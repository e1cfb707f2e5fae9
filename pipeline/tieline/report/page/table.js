// The table of D: sorting, filtering, copying; and the uncertainty budget beside it.

// A class that the configuration names has no letter of its own.
const MARKS = { compatible: "c", incompatible: "i", "highly incompatible": "h", unresolved: "?" };
const markOfClass = (name) => MARKS[name] || "+";
const STYLES = { c: "class-c", i: "class-i", h: "class-h", "?": "class-open", "+": "class-extra" };
const SHARES = ["share_counting", "share_spread", "share_calibration", "share_internal_standard"];
const SHARE_NAMES = ["counting", "spread between spots", "calibration", "internal standard"];

/** What a D is sorted by: its value, or its limit. */
const levelOf = (at) => DATA.D.D[at] ?? (D.kind[at] === "lower-limit" ? DATA.D.D_lo[at] : DATA.D.D_hi[at]);
const COLUMNS = [
  { title: "Experiment", by: (at) => D.experiment[at] },
  { title: "Pair", by: (at) => D.pair[at] },
  { title: "Element", by: (at) => DATA.atomicNumber[D.element[at]] || 999 },
  { title: "D", by: levelOf, number: true },
  { title: `${percent(DATA.confidence)} interval`, by: (at) => DATA.D.D_lo[at], number: true },
  { title: "Class", by: (at) => D.class[at] },
  { title: "n, alpha and beta", by: (at) => DATA.D.n_alpha[at], number: true },
  { title: "Uncertainty from", by: (at) => DATA.D.share_counting[at] ?? 2 },
  { title: "Remark", by: (at) => remarkOf(at) },
];
const shown = { sort: null, down: false, filters: { experiment: "", pair: "", element: "", class: "" } };

function remarkOf(at) {
  const remarks = D.reason[at] ? [D.reason[at]] : [];
  if (D.kind[at] === "value" && DATA.D.D_overlap_lo[at] === 0 && DATA.D.D_lo[at] > 0) remarks.push(`could be leftover ${D.beta[at]} alone`);
  return remarks.join("; ");
}

function rowOf(at) {
  const { D_lo, D_hi, n_alpha, n_beta, written } = DATA.D;
  const interval = D.kind[at] === "value" ? `${number(D_lo[at], 3)} to ${number(D_hi[at], 3)}` : "";
  const open = make("button", { type: "button", class: "link", onclick: () => choose({ pair: D.pair[at], element: D.element[at], experiment: D.experiment[at] }), title: "Show this element, pair and experiment in the pictures" }, D.element[at]);
  return make("tr", { "data-at": at },
    make("td", {}, D.experiment[at]), make("td", {}, D.pair[at]), make("td", {}, open), make("td", { class: "num" }, written[at]), make("td", { class: "num" }, interval),
    make("td", {}, make("span", { class: `class ${STYLES[markOfClass(D.class[at])]}` }, make("b", { "aria-hidden": "true" }, markOfClass(D.class[at])), ` ${D.class[at]}`)),
    make("td", { class: "num" }, `${n_alpha[at]}, ${n_beta[at]}`), make("td", {}, budgetBar(at)), make("td", { class: "remark" }, remarkOf(at)));
}

function budgetBar(at) {
  const parts = SHARES.map((name) => DATA.D[name][at]);
  if (!parts.some(known)) return make("span", { class: "note" }, "–");
  const words = parts.map((share, place) => `${SHARE_NAMES[place]} ${percent(share || 0)}`).join(", ");
  return make("span", { class: "budget", role: "img", "aria-label": words, title: words }, parts.map((share, place) => make("i", { class: `share${place}`, style: `width:${(100 * (share || 0)).toFixed(1)}%` })));
}

const fits = (at) => Object.entries(shown.filters).every(([name, wanted]) => !wanted || D[name][at] === wanted);
function visibleRows() {
  const rows = rowsOf(fits);
  if (shown.sort === null) return rows;
  const by = COLUMNS[shown.sort].by, sign = shown.down ? -1 : 1;
  const order = (a, b) => {
    const one = by(a), two = by(b);
    if (one === null || two === null) return (one === null) - (two === null);
    return sign * (typeof one === "number" ? one - two : String(one).localeCompare(String(two), "en"));
  };
  return rows.sort((a, b) => order(a, b) || a - b);
}

const tableRows = new Map();
function showTable() {
  const rows = visibleRows(), body = document.querySelector("#d-table tbody");
  for (const at of rows) if (!tableRows.has(at)) tableRows.set(at, rowOf(at));
  body.replaceChildren(...rows.map((at) => tableRows.get(at)));
  document.getElementById("d-count").textContent = `${rows.length} of ${D.size} D`;
  document.querySelectorAll("#d-table th").forEach((head, place) => head.setAttribute("aria-sort", place !== shown.sort ? "none" : shown.down ? "descending" : "ascending"));
}

function buildTable() {
  const head = COLUMNS.map((column, place) => make("th", { scope: "col", class: column.number ? "num" : null, "aria-sort": "none" }, make("button", { type: "button", onclick: () => {
    shown.down = shown.sort === place && !shown.down;
    shown.sort = place;
    showTable();
  } }, column.title)));
  document.querySelector("#d-table thead").append(make("tr", {}, head));
  const lists = { experiment: unique(D.experiment), pair: PAIRS, element: ELEMENTS, class: unique([...Object.keys(MARKS), ...D.class]).filter((name) => D.class.includes(name)) };
  for (const [name, values] of Object.entries(lists)) {
    const select = make("select", { id: `filter-${name}`, onchange: () => { shown.filters[name] = select.value; showTable(); } }, make("option", { value: "" }, "all"), values.map((value) => make("option", { value }, value)));
    document.getElementById("d-filters").append(make("label", {}, `${name} `, select));
  }
  document.getElementById("d-copy").addEventListener("click", () => copyText(tableAsCsv(), document.getElementById("d-copied")));
  showTable();
}

/** A cell of CSV that no spreadsheet program takes for a formula. */
function csvCell(value, exact = false) {
  if (value === null || value === undefined) return "";
  if (typeof value === "number") return String(value);
  const safe = !exact && /^[ \n]*[=+\-@\t\r]/.test(value) ? `'${value}` : value;
  return /[",\n\r]/.test(safe) ? `"${safe.replaceAll('"', '""')}"` : safe;
}
function tableAsCsv() {
  const names = ["experiment", "alpha", "beta", "element", "written", "D", "D_sd", "D_lo", "D_hi", "kind", "class", "n_alpha", "n_beta", "confidence"];
  const lines = visibleRows().map((at) => [D.experiment[at], D.alpha[at], D.beta[at], D.element[at], DATA.D.written[at], DATA.D.D[at], DATA.D.D_sd[at], DATA.D.D_lo[at], DATA.D.D_hi[at], D.kind[at], D.class[at], DATA.D.n_alpha[at], DATA.D.n_beta[at], DATA.confidence]);
  return [names, ...lines].map((line) => line.map((cell) => csvCell(cell)).join(",")).join("\n") + "\n";
}
async function copyText(content, status) {
  try {
    await navigator.clipboard.writeText(content);
  } catch {
    const area = make("textarea", { class: "offscreen" }, content);
    document.body.append(area);
    area.select();
    document.execCommand("copy");
    area.remove();
  }
  status.textContent = "copied";
  setTimeout(() => (status.textContent = ""), 2500);
}

/** The budget of every element of one experiment, or of one element in every experiment. */
function showBudget(holder) {
  const rows = rowsOf((at) => D.pair[at] === chosen.pair && (chosen.experiment ? D.experiment[at] === chosen.experiment : D.element[at] === chosen.element) && known(DATA.D.share_counting[at]));
  rows.sort((a, b) => levelOf(b) - levelOf(a));
  const title = chosen.experiment ? `${chosen.pair}, ${chosen.experiment}, every element` : `${chosen.element}, ${chosen.pair}, every experiment`;
  const legend = make("ul", { class: "legend" }, SHARE_NAMES.map((name, place) => make("li", {}, make("i", { class: `swatch share${place}` }), name)));
  const lines = rows.map((at) => make("li", {}, make("span", { class: "budget-name" }, chosen.experiment ? D.element[at] : D.experiment[at]), budgetBar(at), make("span", { class: "num" }, `${percent(DATA.D.D_sd[at] / Math.abs(DATA.D.D[at]))}`)));
  holder.replaceChildren(make("p", {}, `${title}. At the right the relative standard uncertainty of D.`), legend, lines.length ? make("ul", { class: "budgets" }, lines) : make("p", { class: "note" }, "No budget for this choice: limits from the likelihood are not split into parts."));
}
----------------
**EXERCISE DESCRIPTION**
Down to the final line, the data above must be copied exactly.

**TASK OUTPUT**
repository e1cfb707f2e5fae9
filename pipeline/tieline/report/page/table.js
// The table of D: sorting, filtering, copying; and the uncertainty budget beside it.

// A class that the configuration names has no letter of its own.
const MARKS = { compatible: "c", incompatible: "i", "highly incompatible": "h", unresolved: "?" };
const markOfClass = (name) => MARKS[name] || "+";
const STYLES = { c: "class-c", i: "class-i", h: "class-h", "?": "class-open", "+": "class-extra" };
const SHARES = ["share_counting", "share_spread", "share_calibration", "share_internal_standard"];
const SHARE_NAMES = ["counting", "spread between spots", "calibration", "internal standard"];

/** What a D is sorted by: its value, or its limit. */
const levelOf = (at) => DATA.D.D[at] ?? (D.kind[at] === "lower-limit" ? DATA.D.D_lo[at] : DATA.D.D_hi[at]);
const COLUMNS = [
  { title: "Experiment", by: (at) => D.experiment[at] },
  { title: "Pair", by: (at) => D.pair[at] },
  { title: "Element", by: (at) => DATA.atomicNumber[D.element[at]] || 999 },
  { title: "D", by: levelOf, number: true },
  { title: `${percent(DATA.confidence)} interval`, by: (at) => DATA.D.D_lo[at], number: true },
  { title: "Class", by: (at) => D.class[at] },
  { title: "n, alpha and beta", by: (at) => DATA.D.n_alpha[at], number: true },
  { title: "Uncertainty from", by: (at) => DATA.D.share_counting[at] ?? 2 },
  { title: "Remark", by: (at) => remarkOf(at) },
];
const shown = { sort: null, down: false, filters: { experiment: "", pair: "", element: "", class: "" } };

function remarkOf(at) {
  const remarks = D.reason[at] ? [D.reason[at]] : [];
  if (D.kind[at] === "value" && DATA.D.D_overlap_lo[at] === 0 && DATA.D.D_lo[at] > 0) remarks.push(`could be leftover ${D.beta[at]} alone`);
  return remarks.join("; ");
}

function rowOf(at) {
  const { D_lo, D_hi, n_alpha, n_beta, written } = DATA.D;
  const interval = D.kind[at] === "value" ? `${number(D_lo[at], 3)} to ${number(D_hi[at], 3)}` : "";
  const open = make("button", { type: "button", class: "link", onclick: () => choose({ pair: D.pair[at], element: D.element[at], experiment: D.experiment[at] }), title: "Show this element, pair and experiment in the pictures" }, D.element[at]);
  return make("tr", { "data-at": at },
    make("td", {}, D.experiment[at]), make("td", {}, D.pair[at]), make("td", {}, open), make("td", { class: "num" }, written[at]), make("td", { class: "num" }, interval),
    make("td", {}, make("span", { class: `class ${STYLES[markOfClass(D.class[at])]}` }, make("b", { "aria-hidden": "true" }, markOfClass(D.class[at])), ` ${D.class[at]}`)),
    make("td", { class: "num" }, `${n_alpha[at]}, ${n_beta[at]}`), make("td", {}, budgetBar(at)), make("td", { class: "remark" }, remarkOf(at)));
}

function budgetBar(at) {
  const parts = SHARES.map((name) => DATA.D[name][at]);
  if (!parts.some(known)) return make("span", { class: "note" }, "–");
  const words = parts.map((share, place) => `${SHARE_NAMES[place]} ${percent(share || 0)}`).join(", ");
  return make("span", { class: "budget", role: "img", "aria-label": words, title: words }, parts.map((share, place) => make("i", { class: `share${place}`, style: `width:${(100 * (share || 0)).toFixed(1)}%` })));
}

const fits = (at) => Object.entries(shown.filters).every(([name, wanted]) => !wanted || D[name][at] === wanted);
function visibleRows() {
  const rows = rowsOf(fits);
  if (shown.sort === null) return rows;
  const by = COLUMNS[shown.sort].by, sign = shown.down ? -1 : 1;
  const order = (a, b) => {
    const one = by(a), two = by(b);
    if (one === null || two === null) return (one === null) - (two === null);
    return sign * (typeof one === "number" ? one - two : String(one).localeCompare(String(two), "en"));
  };
  return rows.sort((a, b) => order(a, b) || a - b);
}

const tableRows = new Map();
function showTable() {
  const rows = visibleRows(), body = document.querySelector("#d-table tbody");
  for (const at of rows) if (!tableRows.has(at)) tableRows.set(at, rowOf(at));
  body.replaceChildren(...rows.map((at) => tableRows.get(at)));
  document.getElementById("d-count").textContent = `${rows.length} of ${D.size} D`;
  document.querySelectorAll("#d-table th").forEach((head, place) => head.setAttribute("aria-sort", place !== shown.sort ? "none" : shown.down ? "descending" : "ascending"));
}

function buildTable() {
  const head = COLUMNS.map((column, place) => make("th", { scope: "col", class: column.number ? "num" : null, "aria-sort": "none" }, make("button", { type: "button", onclick: () => {
    shown.down = shown.sort === place && !shown.down;
    shown.sort = place;
    showTable();
  } }, column.title)));
  document.querySelector("#d-table thead").append(make("tr", {}, head));
  const lists = { experiment: unique(D.experiment), pair: PAIRS, element: ELEMENTS, class: unique([...Object.keys(MARKS), ...D.class]).filter((name) => D.class.includes(name)) };
  for (const [name, values] of Object.entries(lists)) {
    const select = make("select", { id: `filter-${name}`, onchange: () => { shown.filters[name] = select.value; showTable(); } }, make("option", { value: "" }, "all"), values.map((value) => make("option", { value }, value)));
    document.getElementById("d-filters").append(make("label", {}, `${name} `, select));
  }
  document.getElementById("d-copy").addEventListener("click", () => copyText(tableAsCsv(), document.getElementById("d-copied")));
  showTable();
}

/** A cell of CSV that no spreadsheet program takes for a formula. */
function csvCell(value, exact = false) {
  if (value === null || value === undefined) return "";
  if (typeof value === "number") return String(value);
  const safe = !exact && /^[ \n]*[=+\-@\t\r]/.test(value) ? `'${value}` : value;
  return /[",\n\r]/.test(safe) ? `"${safe.replaceAll('"', '""')}"` : safe;
}
function tableAsCsv() {
  const names = ["experiment", "alpha", "beta", "element", "written", "D", "D_sd", "D_lo", "D_hi", "kind", "class", "n_alpha", "n_beta", "confidence"];
  const lines = visibleRows().map((at) => [D.experiment[at], D.alpha[at], D.beta[at], D.element[at], DATA.D.written[at], DATA.D.D[at], DATA.D.D_sd[at], DATA.D.D_lo[at], DATA.D.D_hi[at], D.kind[at], D.class[at], DATA.D.n_alpha[at], DATA.D.n_beta[at], DATA.confidence]);
  return [names, ...lines].map((line) => line.map((cell) => csvCell(cell)).join(",")).join("\n") + "\n";
}
async function copyText(content, status) {
  try {
    await navigator.clipboard.writeText(content);
  } catch {
    const area = make("textarea", { class: "offscreen" }, content);
    document.body.append(area);
    area.select();
    document.execCommand("copy");
    area.remove();
  }
  status.textContent = "copied";
  setTimeout(() => (status.textContent = ""), 2500);
}

/** The budget of every element of one experiment, or of one element in every experiment. */
function showBudget(holder) {
  const rows = rowsOf((at) => D.pair[at] === chosen.pair && (chosen.experiment ? D.experiment[at] === chosen.experiment : D.element[at] === chosen.element) && known(DATA.D.share_counting[at]));
  rows.sort((a, b) => levelOf(b) - levelOf(a));
  const title = chosen.experiment ? `${chosen.pair}, ${chosen.experiment}, every element` : `${chosen.element}, ${chosen.pair}, every experiment`;
  const legend = make("ul", { class: "legend" }, SHARE_NAMES.map((name, place) => make("li", {}, make("i", { class: `swatch share${place}` }), name)));
  const lines = rows.map((at) => make("li", {}, make("span", { class: "budget-name" }, chosen.experiment ? D.element[at] : D.experiment[at]), budgetBar(at), make("span", { class: "num" }, `${percent(DATA.D.D_sd[at] / Math.abs(DATA.D.D[at]))}`)));
  holder.replaceChildren(make("p", {}, `${title}. At the right the relative standard uncertainty of D.`), legend, lines.length ? make("ul", { class: "budgets" }, lines) : make("p", { class: "note" }, "No budget for this choice: limits from the likelihood are not split into parts."));
}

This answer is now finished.